Tuesday, November 21, 2017

Losing the X Factor: is it time for the X-Men universe to stop expanding?

When James Franco entered talks to play superhero Multiple Man in an upcoming movie, we can only imagine the actor, director, screenwriter, musician and poet saw the character as a metaphor for his own creative endeavours. For Marvel mutant James Madrox was named for a useful ability to duplicate himself countless times over, meaning he is capable of living scores of lives all at once.


Hence, one Multiple Man can spend decades learning Shaolin kung fu, while another can study for a law degree, all while the main Multiple Man goes about his daily superhero business. Eventually these “dupes” are (usually) reabsorbed back into the original Multiple Man, resulting in useful new skills for Madrox Prime, but occasionally they crop up years later to cause trouble for their clone daddy.

Likewise, it is rather tempting to imagine Franco frowning at the memory of the time one of his forgotten Franco dupes turned up unexpectedly in General Hospital, or appeared as the second Green Goblin in superhero dud Spider-Man 3. Can this really be the same accomplished indie actor who played Sean Penn’s on-off lover in the wonderful, Oscar-winning biopic Milk, or who directed himself as Tommy Wiseau in the acclaimed story of the so-called “worst film ever made”, The Disaster Artist? Perhaps there really is an army of Franco clones out there, allowing the actor to teach classes at a New York University while simultaneously running his own production company, hosting the Oscars and recording albums for his own English new wave–themed pop duo.

The very existence of a Multiple Man movie also reminds us that the X-Men universe itself is exploding into myriad new forms like a mogwai in a shower who’s just been fed several Big Macs long after midnight. Next year’s big mutant movies are a mixed bunch: X-Men: Dark Phoenix will revisit the famous comic book storyline in which Jean Grey loses her powers, while Josh Boone’s The New Mutants will further push the envelope by segueing into psychological horror. Elsewhere on the big screen, Bryan Singer’s mainstream saga has been all the way back to the 1960s, swapped its cast for younger models and subsequently zoomed forward in time to both the 1980s (X-Men: Apocalypse) and the late 2020s (this year’s Logan).

Deadpool, one assumes, operates in the present day, though it barely matters given the meta-tastic filter that has been applied, and the loose (to say the least) connection between Tim Miller’s movie – an untitled sequel is also due next year –and any of the other films. Likewise, FX’s Legion might be about a mutant who is the psychologically challenged son of Professor X in the comics, but you’d hardly know it.

The latest TV series to spin off from the X-Men is Fox’s The Gifted, which focuses on a mother and father (True Blood’s Stephen Moyer and Joss Whedon regular Amy Acker) who are forced to go on the run after their teenage children begin exhibiting dangerous mutant powers. Again, the show is supposedly part of the same universe as the X-Men movies, but is conveniently set in an alternate timeline where the costumed mutants have disappeared – so don’t expect Patrick Stewart or James McAvoy to turn up any time soon with sage words of follically challenged wisdom.

This time around, creator Matt Nix has chosen to hark back to the early X-Men movies, back before Brett Ratner was handed the keys to the kingdom on X-Men: The Last Stand and it was still possible to see mutant powers as an intelligent pop culture metaphor for queer identity, or simply being different.
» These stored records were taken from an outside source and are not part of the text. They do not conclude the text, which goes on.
package report

import "testing"

func TestQuantity(t *testing.T) {
	tests := []struct {
		v    float64
		unit string
		want string
	}{
		{0.00201, "A", "2.01 mA"},
		{-5.4, "V", "-5.4 V"},
		{0, "V", "0 V"},
		{12, "V", "12 V"},
		{999.96, "Ω", "1 kΩ"},
		{4.7e-6, "A", "4.7 µA"},
		{0.25, "W", "250 mW"},
		{1.2345e-3, "A", "1.23 mA"},
		{2.2e6, "Ω", "2.2 MΩ"},
	}
	for _, tt := range tests {
		if got := Quantity(tt.v, tt.unit); got != tt.want {
			t.Errorf("Quantity(%g, %q) = %q, want %q", tt.v, tt.unit, got, tt.want)
		}
	}
}

func TestPercent(t *testing.T) {
	tests := []struct {
		frac float64
		want string
	}{
		{0.987, "98.7 %"},
		{0.05, "5 %"},
		{1, "100 %"},
		{0.0004, "0 %"},
	}
	for _, tt := range tests {
		if got := Percent(tt.frac); got != tt.want {
			t.Errorf("Percent(%g) = %q, want %q", tt.frac, got, tt.want)
		}
	}
}
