"""Natural-ventilation airflow, ventilation requirements, opening sizing and rules of thumb.

Everything here is a pure, vectorised function: no file I/O, printing or plotting.
Every function accepts scalars, numpy arrays and pandas Series (broadcast together);
a Series' index is kept on the way out; scalar inputs give a Python ``float``.

Sign and unit conventions
-------------------------
* Flows are volume flows in [m³ s⁻¹] unless a function says otherwise. The
  requirement functions of ASHRAE 62.1 and EN 16798-1 return [L s⁻¹], the unit
  in which those standards tabulate their rates.
* Natural-ventilation flows are magnitudes (≥ 0). A reversed wind or
  temperature difference changes the direction of the flow, not its size.
* Temperatures enter as [°C]; the functions convert to kelvin where a method
  needs absolute temperatures (mean temperature T̄ = mean of inside and outside).
* ``rho`` defaults to 1.2 kg m⁻³ and ``g`` is 9.81 m s⁻².

Validity
--------
Inputs a method does not cover raise :class:`calcs.errors.ProjectError`
(bad arguments) or emit :class:`AirflowValidityWarning` (inputs outside the
range a published method covers, or cases with no finite answer, which are
returned as ``inf`` rather than ``NaN``).

Open question resolved here: wind/stack crossover of BS 5925
---------------------------------------------------------------
BS 5925:1991 Fig. 8(c) chooses the stack flow Q_b below a critical value of
U_r/√ΔT and the wind flow Q_w above it. The crossover is, by construction, the
point where the two flows are equal. Equating Fig. 8(a) and 8(b)::

    C_d·A_w·U_r·√ΔC_p = C_d·A_b·√(2·g·H1·ΔT/T̄)
    U_r/√ΔT = √(2g/T̄) · (A_b/A_w)¹ · √(H1/ΔC_p)

so the exponent on A_b/A_w is **1**, and √(2g/T̄) = 0.260 at T̄ = 290 K (0.26 is
the printed constant). A printed exponent of 0.5 would put the switch at a
point where Q_b ≠ Q_w unless A_b = A_w, making the method jump there. We
therefore use the derived form: the constant is computed from the actual T̄
and the exponent is 1. The rule is then identical to ``Q = max(Q_b, Q_w)``
and continuous at the crossover. :func:`wind_stack_crossover_bs5925` returns
the critical U_r/√ΔT so that a report can show which mechanism governs.

Safety
------
These are feasibility estimates. Ventilation openings interact with fire and
smoke control, security, rain and noise, and outdoor air quality; a passed
rule-of-thumb check does not show compliance. Local building codes and
licensed practice govern the design.
"""

from __future__ import annotations

import warnings
from dataclasses import dataclass
from typing import Any

import numpy as np
import pandas as pd

from calcs.errors import ProjectError
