@dataclass(frozen=True)
class WindowVentilation:
    """Ventilation heat transfer of zones with controlled windows, as a function of the indoor air temperature.

    In an hour where the windows may be used (``open_ok``), the outdoor-air flow is

        q = q_base + max(q_floor, f_day·Q_full(A_free) + f_night·Q_full(A_secure))

    with f from :func:`window_opening_fraction` (day windows below ``low_day``, secure night
    openings below ``low_night``) and Q_full from :func:`full_opening_flow`; in other hours it
    is ``sealed``. H_ve = ρ_a·c_a·q (ISO 13790:2008 §9.3.1, 1200 J m⁻³ K⁻¹).

    An instance is the ``h_ve`` callable of :func:`calcs.thermal.simulate` (``law(hour, temp_in)``);
    the compiled loop of :mod:`calcs.kernels` evaluates the same law from
    :meth:`kernel_arguments`. Arrays: (T,) ``temp_out``; (T, n) or broadcastable ``day``,
    ``night``, ``floor``, ``open_ok``, ``sealed``; (n,) areas, ``base``, set-points.
    """

    coefficients: FlowCoefficients
    temp_out: np.ndarray
    free_area: np.ndarray
    secure_area: np.ndarray
    day: np.ndarray
    night: np.ndarray
    low_day: np.ndarray
    low_night: np.ndarray
    band: float
    base: np.ndarray
    floor: np.ndarray
    open_ok: np.ndarray
    sealed: np.ndarray

    def window_flow(self, hour, temp_in) -> np.ndarray:
        """Flow through the opened windows and vents [m³ s⁻¹] in hour(s) ``hour`` (int or index array)."""
        t_out = self.temp_out[hour]
        if np.ndim(t_out):
            t_out = t_out[:, None]
        c = self.coefficients
        f_day = window_opening_fraction(temp_in, t_out, self.day[hour], low_setpoint=self.low_day,
                                        control_band=self.band)
        f_night = window_opening_fraction(temp_in, t_out, self.night[hour], low_setpoint=self.low_night,
                                          control_band=self.band)
        unit = FlowCoefficients(wind=c.wind[hour], stack=c.stack, ref_temp=c.ref_temp)
        return (f_day * _unit_flow(unit, self.free_area, temp_in, t_out)
                + f_night * _unit_flow(unit, self.secure_area, temp_in, t_out))

    def flow(self, hour, temp_in) -> np.ndarray:
        """Total outdoor-air flow [m³ s⁻¹] at indoor air temperature ``temp_in``."""
        windows = self.window_flow(hour, temp_in)
        return np.where(self.open_ok[hour], self.base + np.maximum(self.floor[hour], windows), self.sealed[hour])

    def __call__(self, hour: int, temp_in: np.ndarray) -> np.ndarray:
        from . import thermal

        return thermal.ventilation_heat_transfer(self.flow(hour, temp_in))

    def take_hours(self, idx) -> "WindowVentilation":
        """The same law for the hours ``idx`` (warm-up days)."""
        c = self.coefficients
        return WindowVentilation(
            FlowCoefficients(wind=c.wind[idx], stack=c.stack, ref_temp=c.ref_temp), self.temp_out[idx],
            self.free_area, self.secure_area, self.day[idx], self.night[idx], self.low_day, self.low_night,
            self.band, self.base, self.floor[idx], self.open_ok[idx], self.sealed[idx])

    def kernel_arguments(self, shape) -> tuple:
        """Arguments of :func:`calcs.kernels.march_windows` for a (T, n) run."""
        n = shape[1]
        c = self.coefficients

        def zone(x):
            return np.broadcast_to(np.asarray(x, dtype=float), (n,))

        def rows(x, dtype=float):
            return np.broadcast_to(np.asarray(x, dtype=dtype), shape)

        return (np.asarray(self.temp_out, dtype=float), rows(c.wind), zone(c.stack), float(c.ref_temp),
                zone(self.free_area), zone(self.secure_area), rows(self.day, bool), rows(self.night, bool),
                zone(self.low_day), zone(self.low_night), float(self.band), zone(self.base), rows(self.floor),
                rows(self.open_ok, bool), rows(self.sealed))


def _unit_flow(coefficients: FlowCoefficients, free_area, temp_in, temp_air) -> np.ndarray:
    """:func:`full_opening_flow` for wind coefficients already taken at the hour(s)."""
    temp_in = np.asarray(temp_in, dtype=float)
    delta = np.abs(temp_in - temp_air)
    mean_abs = (temp_in + temp_air) / 2 + KELVIN
    stack = coefficients.stack * np.sqrt(delta / _REF_DELTA_T * coefficients.ref_temp / mean_abs)
    return np.asarray(free_area, dtype=float) * np.maximum(coefficients.wind, stack)


@dataclass(frozen=True)
class Limits:
    """Hourly limits of one comfort criterion: the value judged, lower and upper limit, validity."""

    value: np.ndarray
    lower: np.ndarray
    upper: np.ndarray
    in_range: np.ndarray
    judged: str


def criterion_limits(criterion, *, temp_op, temp_air, running_mean, prevailing_mean, air_speed=0.1,
                     fan_air_speed=None, fixed=(20.0, 24.0), band=(16.0, 26.0)) -> Limits:
    """Lower and upper limits of one of the eight comfort criteria, hour by hour.

    Parameters
    ----------
    criterion : str
        One of :data:`calcs.comfort.CRITERIA`.
    temp_op, temp_air, running_mean, prevailing_mean : array_like
        Operative, outdoor, EN 16798-1 running mean and ASHRAE 55 prevailing mean temperatures [°C].
    air_speed, fan_air_speed : float or array_like
        Indoor air speed without and with ceiling fans [m s⁻¹].
    fixed, band : tuple of float
        Fixed indoor band and outdoor band [°C].

    Returns
    -------
    Limits
        ``value`` is the temperature the criterion judges (operative, or outdoor dry bulb for
        ``outdoor_band``); limits as in :mod:`calcs.comfort` (ASHRAE 55-2020 §5.4, EN 16798-1:2019
        Annex B.2); ``in_range`` False where the adaptive model does not apply. For EN 16798-1,
        where the running mean is below the range of the lower limit (θrm ≤ 15 °C [from memory])
        but within that of the upper limit, the lower limit is the fixed indoor lower limit
        ``fixed[0]`` — the heating set-point of a mixed-mode building (design assumption, no
        published source); ``in_range`` then follows the upper limit's validity.
    """
    temp_op = np.asarray(temp_op, dtype=float)
    n = temp_op.shape
    if criterion == "outdoor_band":
        value = np.broadcast_to(np.asarray(temp_air, dtype=float), n)
        return Limits(value, np.full(n, band[0]), np.full(n, band[1]), np.ones(n, bool), "outdoor dry bulb")
    if criterion == "fixed_indoor":
        return Limits(temp_op, np.full(n, fixed[0]), np.full(n, fixed[1]), np.ones(n, bool), "operative")
    if criterion.startswith("ashrae55"):
        speed = fan_air_speed if (criterion.endswith("_fans") and fan_air_speed is not None) else air_speed
        level = "90" if criterion == "ashrae55_90" else "80"
        lower, upper, in_range = comfort.ashrae55_limits(temp_op, prevailing_mean, speed, level)
        return Limits(temp_op, np.broadcast_to(lower, n), np.broadcast_to(upper, n), np.broadcast_to(in_range, n),
                      "operative")
    if criterion.startswith("en16798_cat"):
        lower, upper, lower_valid, upper_valid = comfort.en16798_limits(temp_op, running_mean, air_speed,
                                                                        criterion[-1])
        lower = np.where(lower_valid, lower, fixed[0])
        return Limits(temp_op, np.broadcast_to(lower, n), np.broadcast_to(upper, n), np.broadcast_to(upper_valid, n),
                      "operative")
    msg = f"criterion must be one of {', '.join(comfort.CRITERIA)}, got {criterion!r}"
    raise ProjectError(msg)


def changeover_modes(limits: Limits, occupied, days, *, dead_band=1.0) -> np.ndarray:
    """Natural ventilation (True) or air-conditioning (False) for each occupied hour.

    Parameters
    ----------
    limits : Limits
        Hourly limits of the chosen criterion, arrays of shape (T,) or (T, n), judged on the
        free-running temperatures.
    occupied : array_like of bool, shape (T,) or (T, n)
        Occupied hours.
    days : array_like (T,)
        Day label of each hour (e.g. the date); each day starts in natural ventilation.
    dead_band : float
        Return to natural ventilation only when the value is at least this far inside both
        limits [K].

    Returns
    -------
    numpy.ndarray of bool, shape like ``limits.value``
        True = natural-ventilation mode, False = air-conditioning mode (heating or cooling).
        Unoccupied hours are False and carry no mode (mask them with ``occupied``).

    Notes
    -----
    Rule (design assumption of ours, no published source): in an occupied hour, natural
    ventilation switches to air-conditioning when the value leaves the band [lower, upper]
    or the adaptive model does not apply (it cannot then vouch for comfort); it returns to
    natural ventilation only when lower + dead_band ≤ value ≤ upper − dead_band. The mode
    starts each day in natural ventilation. The hours are judged on free-running temperatures:
    the cooler room that air-conditioning leaves behind is not fed back (the energy stage
    simulates the operating year with its set-points).
    """
    if dead_band < 0:
        msg = f"dead_band must be ≥ 0 K, got {dead_band!r}"
        raise ProjectError(msg)
    value = np.asarray(limits.value, dtype=float)
    shape = value.shape
    occ = np.broadcast_to(np.asarray(occupied, dtype=bool), shape)
    inside = (value >= limits.lower) & (value <= limits.upper) & limits.in_range
    well_inside = (value >= limits.lower + dead_band) & (value <= limits.upper - dead_band) & limits.in_range
    from . import kernels  # numba: imported only by the stages that simulate

    day = pd.factorize(np.asarray(days))[0]
    new_day = np.ones(shape[0], dtype=bool)
    new_day[1:] = day[1:] != day[:-1]

    def columns(a):  # (T,) or (T, n) as (T, n) for the compiled loop
        return np.asarray(a, dtype=bool).reshape(shape[0], -1)

    modes = np.zeros(columns(inside).shape, dtype=bool)
    kernels.changeover_march(columns(inside), columns(well_inside), columns(occ), new_day, modes)
    return modes.reshape(shape)


@dataclass(frozen=True)
class FreeRunningYear:
    """Free-running simulation of n zones with window control (arrays (T, n))."""

    result: object  # calcs.thermal.SimulationResult
    flow: np.ndarray  # total outdoor-air flow (infiltration + background + windows) [m³ s⁻¹]
    window_flow: np.ndarray  # flow through the opened windows and vents [m³ s⁻¹]


def simulate_free_running(params, *, temp_air, gains_internal, gains_solar, coefficients: FlowCoefficients,
                          free_area, secure_area, infiltration_flow, background_flow, allowed_day,
                          allowed_night, low_setpoint, night_low_setpoint, control_band=2.0,
                          temp_m_initial=None, tolerance=0.01, engine="compiled", threads=None) -> FreeRunningYear:
    """Hourly free-running temperatures with windows controlled as in :func:`window_opening_fraction`.

    Parameters
    ----------
    params : calcs.thermal.ZoneParameters
        5R1C network of n zones.
    temp_air : array_like (T,)
        Outdoor air temperature [°C].
    gains_internal, gains_solar : array_like (T, n)
        Internal and solar heat gains [W].
    coefficients : FlowCoefficients
        From :func:`opening_flow_coefficients`.
    free_area, secure_area : array_like (n,)
        Free area of all openable openings, and of those secure enough to leave open at night [m²].
    infiltration_flow : array_like (n,)
        Infiltration with windows closed [m³ s⁻¹].
    background_flow : array_like (T, n)
        Minimum fresh air delivered with windows closed (e.g. trickle vents), occupied hours [m³ s⁻¹].
    allowed_day, allowed_night : array_like of bool (T, n)
        Hours in which the windows, and at night the secure openings, may open.
    low_setpoint, night_low_setpoint : float
        Indoor air temperatures below which the windows throttle and close, day and night [°C].
    control_band : float
        Proportional band of the window control [K].
    temp_m_initial : array_like (n,), optional
        Starting mass temperature; default: the thermal model's warm-up [°C].
    tolerance : float
        Fixed-point tolerance on the indoor air temperature in each hour [K].
    engine : {"compiled", "numpy"}
        Loop of :func:`calcs.thermal.simulate` (same numbers within ``tolerance``).
    threads : int, optional
        Threads of the compiled loop, as for :func:`calcs.thermal.simulate` (speed only).

    Returns
    -------
    FreeRunningYear

    Notes
    -----
    Each hour the outdoor-air flow is q = q_inf + max(q_background, f_day·Q_full(A) + f_night·Q_full(A_secure)),
    with Q_full from :func:`full_opening_flow` at that hour's wind and indoor–outdoor temperature
    difference, and H_ve = ρ_a·c_a·q (ISO 13790, 1200 J m⁻³ K⁻¹). Because q depends on the indoor
    temperature and the indoor temperature on q, :func:`calcs.thermal.simulate` solves each hour by
    fixed-point iteration to ``tolerance`` and counts any hour that does not converge.
    """
    from . import thermal

    temp_air = np.asarray(temp_air, dtype=float)
    free_area = np.asarray(free_area, dtype=float)
    secure_area = np.asarray(secure_area, dtype=float)
    base = np.asarray(infiltration_flow, dtype=float)
    background = np.asarray(background_flow, dtype=float)
    day = np.asarray(allowed_day, dtype=bool)
    night = np.asarray(allowed_night, dtype=bool)

    t_len, n = np.shape(gains_internal)[0], params.n_zones
    law = WindowVentilation(coefficients, temp_air, free_area, secure_area, day, night,
                            np.broadcast_to(np.asarray(low_setpoint, dtype=float), (n,)),
                            np.broadcast_to(np.asarray(night_low_setpoint, dtype=float), (n,)),
                            float(control_band), base, background, np.broadcast_to(True, (t_len, n)),
                            np.broadcast_to(0.0, (t_len, n)))
    result = thermal.simulate(params, temp_air, gains_internal, gains_solar, law, temp_m_initial=temp_m_initial,
                              tolerance=tolerance, engine=engine, threads=threads)
    flow = np.asarray(result.h_ve) / thermal.AIR_HEAT_CAPACITY
    windows = result.window_flow
    if windows is None:
        windows = law.window_flow(np.arange(temp_air.size), result.temp_air_in)
    return FreeRunningYear(result=result, flow=flow, window_flow=windows)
But the new show doesn’t stop there. Possession of the mutant gene is also not-so-subtly compared to the African American experience in times of slavery. The underground network of sympathisers that exists to get mutants over the border to Mexico recalls the historical Underground Railroad that helped slaves escape to free states and Canada in the 18th and 19th centuries. One has to wonder if Nix and his team would have been better off creating a single well-honed allegory to a historical example of institutionalised prejudice, rather than choosing to borrow from every example under the sun.

Moreover, I can’t be alone in wondering if all these myriad X-Men shows and movies will ever be reunited into one great X-Universe with a single tone and timeline, or if they ever could be. In the original Marvel comics, part of the fun (as in the Marvel shows and movies) is that you never know when household names such as Spider-Man or the Hulk might turn up at the X-Mansion to borrow some sugar. Likewise, the best Multiple Man stories were those in which Madrox came into contact with one of his long-lost “dupes”, and either gained a useful skill upgrade or found that he had inadvertently fathered several new sprogs.

As long as the X-Men universe keeps expanding in so many diverse ways, it seems unlikely that we’ll ever see its many offspring reabsorbed back into the whole. And there is also a sense of ever-diminishing returns here. For when dozens of duplicates all operate under a single guise, as Multiple Man could have warned us, there is no guarantee they will all retain the qualities that made us warm to the original in the first place. Haven’t they seen Gremlins?